I was in knots as I walked out of the office. So much on my mind. So much to process.
I looked up and saw a shade of blue sky that gave me an excuse. So for the next twenty minutes I walked around and thought only about blue. It was calming, for the time being.
Call it a barley started career crisis, or an idealist reality check or a size 10 to the netherlands. Whatever you want to call it, I'm at a crossroads.
Somewhere in the mind scape, I'm standing on an x with my thumb to the void. On one side, the desire. On the other, the reality. In the middle I feel like I'm failing.
I had one of those moments today, when you get shook up and start to re-examine.
There was a time when I thought I had the answers. Just work hard and do good. I thought all I had to do was shine a light on the s*** and the rest would take care of itself.
When I first picked up a camera I didn't take it to seriously, I just tried to have fun. The freedom of doing whatever I wanted was freeing. And it seemed I had a knack for it, at least my teacher thought so. "You have the upside down eye," my teacher Mr. Frankie once told me. That's what he called it when you see things different.
Fast forward and I'm here now. Working at a paper, doing something that a 16-year-old me could never imagine in his/my wildest dreams.
And at that age, you have some wild dreams.
Along they way I saw the power of the image. I discovered Gordon Parks, Eugene Richards, Alex Webb, Dorothea Lange, Raghubir Singh, William Eugene Smith and countless others that escape my sleep deprived mind at this hour,and I saw the potential of photography to effect change. To shine a light.
Coming from where I come from, it wasn't the roughest part of town, but it was only a short two min drive from it. If you can think of it, it was happening out there.
It's gotten better since those days, mostly thanks to the tech boom that brought folks with cash into the poor side of town, which lead to community organizations, which lead to councilmen and women looking to please said organizations which lead to clean-ups, a new park, stop signs, speed bumps, graffiti clean-up and what have you.
But that's now, way back when it was a different story. Now I'm not saying it was the worst of the worst, but we saw things and dealt with things that kids shouldn't have to. Hell adults shouldn't have to either. Drugs, gangs, stabbings, graffiti, police copters shining a light in your back yard, etc. etc.
A part of me thought that when I picked up a camera maybe I'd be able to be a voice for this community that never had one. At least not until the Mercedes-leasing, home expanding, political-organizing, girl-scouting crowd moved in to the neighborhood.
Maybe I'd be able to do something that no one was able to do for me and my friends.
But lately I don't know.
I feel like I'm failing to do what I set out to do. I keep visiting crime scenes, I keep talking to concerned citizens, I keep trying to bring attention to a problem... and today I comforted an elderly couple as I told them a man they knew had been shoot and killed.

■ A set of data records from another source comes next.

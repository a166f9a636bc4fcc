"""Write the verification report from the app (.html printable page or .md).

Building the report compares the passes and reads every decision, so it
runs in a worker thread on its own read-only connection; the page is
written atomically. A report can be written at any time: open work is
counted in it, not refused. Errors are shown in the dialog.
"""

from __future__ import annotations

from pathlib import Path

from textual import work
from textual.app import ComposeResult
from textual.binding import Binding
from textual.containers import Vertical
from textual.screen import ModalScreen
from textual.widgets import Input, Static

from core.errors import ExportError, KeyproofError

from .export_dialog import DIALOG_CSS, default_target

REPORT_ENDINGS = (".html", ".htm", ".md")


def check_report_target(out: Path, study_path: Path) -> None:
    """Refuse a report path the report command would refuse (one sentence, what to do)."""
    suffix = out.suffix.lower()
    if suffix not in REPORT_ENDINGS:
        raise ExportError(f"{out}: cannot write a report as {suffix or 'a file without a suffix'}"
                          " — choose a .html or .md file.")  # fmt: skip
    folder = out.parent if str(out.parent) else Path(".")
    if not folder.is_dir():
        raise ExportError(f"{out}: the folder {folder} does not exist — create it or choose "
                          "another place.")  # fmt: skip
    if out.resolve() == study_path.resolve():
        raise ExportError(f"{out}: this is the study file — choose another name for the report.")


class ReportDialog(ModalScreen[None]):
    """Where to write the report; Enter writes it, Esc closes."""

    DEFAULT_CSS = DIALOG_CSS.format(name="ReportDialog")
    BINDINGS = [Binding("escape", "close", "close")]

    def __init__(self, study_path, **kwargs):
        super().__init__(**kwargs)
        self.study_path = Path(study_path)
        self.running = False
        self.written: Path | None = None

    def compose(self) -> ComposeResult:
        with Vertical(classes="dialog-box"):
            yield Static("Verification report: .html (printable page) or .md (Markdown)",
                         classes="dialog-title", markup=False)
            yield Input(value=str(default_target(self.study_path, "-report.html")),
                        placeholder="where to write", id="report-path")
            yield Static("Enter writes; Esc closes.", id="report-phase", markup=False)
            yield Static("", classes="dialog-note", id="report-problem", markup=False)
            yield Static("", classes="dialog-done", id="report-done", markup=False)

    def on_mount(self) -> None:
        self.query_one("#report-path", Input).focus()

    def on_input_submitted(self, event: Input.Submitted) -> None:
        event.stop()
        if self.running:
            return
        out = event.value.strip()
        if not out:
            self.query_one("#report-problem", Static).update("Where to? Type a .html or .md file.")
            return
        self.running = True
        self.query_one("#report-problem", Static).update("")
        self.query_one("#report-done", Static).update("")
        self.query_one("#report-phase", Static).update("building the report…")
        self.write(Path(out))

    @work(thread=True, exclusive=True, group="report")
    def write(self, out: Path) -> None:
        from core.atomic import atomic_text
        from core.report import build_report, render_html, render_markdown
        from core.store import Study

        call = self.app.call_from_thread
        try:
            check_report_target(out, self.study_path)
            with Study.open(self.study_path, readonly=True) as study:
                report = build_report(study)
            page = render_markdown(report) if out.suffix.lower() == ".md" else render_html(report)
            try:
                atomic_text(out, page)
            except OSError as exc:
                raise ExportError(f"{out}: could not be written ({exc.strerror or exc}) — check "
                                  "the folder is writable, then try again.") from exc  # fmt: skip
        except KeyproofError as exc:
            call(self._finished, None, str(exc))
            return
        still_open = report.status.get("open", 0) + report.status.get("stale", 0)
        call(self._finished, out, f"Wrote {out}: {report.paired} participants compared, "
                                  f"{sum(report.status.values())} discrepancies ({still_open} "
                                  f"still open), {len(report.set_aside)} set aside.")  # fmt: skip

    def _finished(self, out: Path | None, text: str) -> None:
        self.running = False
        self.query_one("#report-phase", Static).update("Enter writes; Esc closes.")
        if out is None:
            self.query_one("#report-problem", Static).update(text)
            return
        self.written = out
        self.query_one("#report-done", Static).update(text)
        self.notify(f"Wrote {out.name}", title="report")

    def action_close(self) -> None:
        if self.running:
            self.notify("Still writing the report — wait for it to finish.", title="report")
            return
        self.dismiss(None)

Days like today... they make you think.
There's something that happens you're behind the camera. Everything melts away and the world becomes reduced to a 24x36mm window.
Some of the war photogs describe it as tunnel vision. It's only happened to me once, but it's real. I was caught in the middle of a quickly escalating riot in downtown San Jose a couple years ago over Mardi Gras. It wasn't until I looked down and saw I'd walked down a block and left a trail of bloody footprints, that it hit me.
It's like the opening scene from Saving Private Ryan when the soldiers go in and out of the water. Above the water, the sounds of war and total chaos. Below, there is silence, stillness, solitude and a sense of calm.
Tonight I needed it. I needed the tunnel vision. The calm.
The pics above, they come from the tunnel vision.
I wonder still if anything we do makes a difference. "You do it because you love it, there's no money in it so you have to," I joke with people still.
On days like today I tell myself that what we do matters.
That it makes a difference.
But I wonder.
I wonder if it even matters what we do. Are we like the tree in the woods that feel over? Are we just pissing in the wind? Does anyone even care?
The press has power. I'm in a place where I can do something and I try. But nothing changes.
I feel like I'm failing. The reason I got into this business is because I felt like I could make a difference. I thought I brought a unique background to the job, something that added to the discussion.
Maybe I'm just naive.
Right about now you're probably wondering what happened, or more likely you've stopped reading like 20 graphs ago. If you're still here, you're probably getting pretty upset that I haven't told you... well... anything really.
What happened isn't the point. It's what isn't happening.
(But I'll meet you half way. If you're a decent journalist and your curiosity is too strong, a simple search on the the Express-News site should quench your thirst.)
So at this point, let me turn it over to you. If you have this job and you have the medium of the press and you have the desire, if you have all that, let me ask you now... what would you do?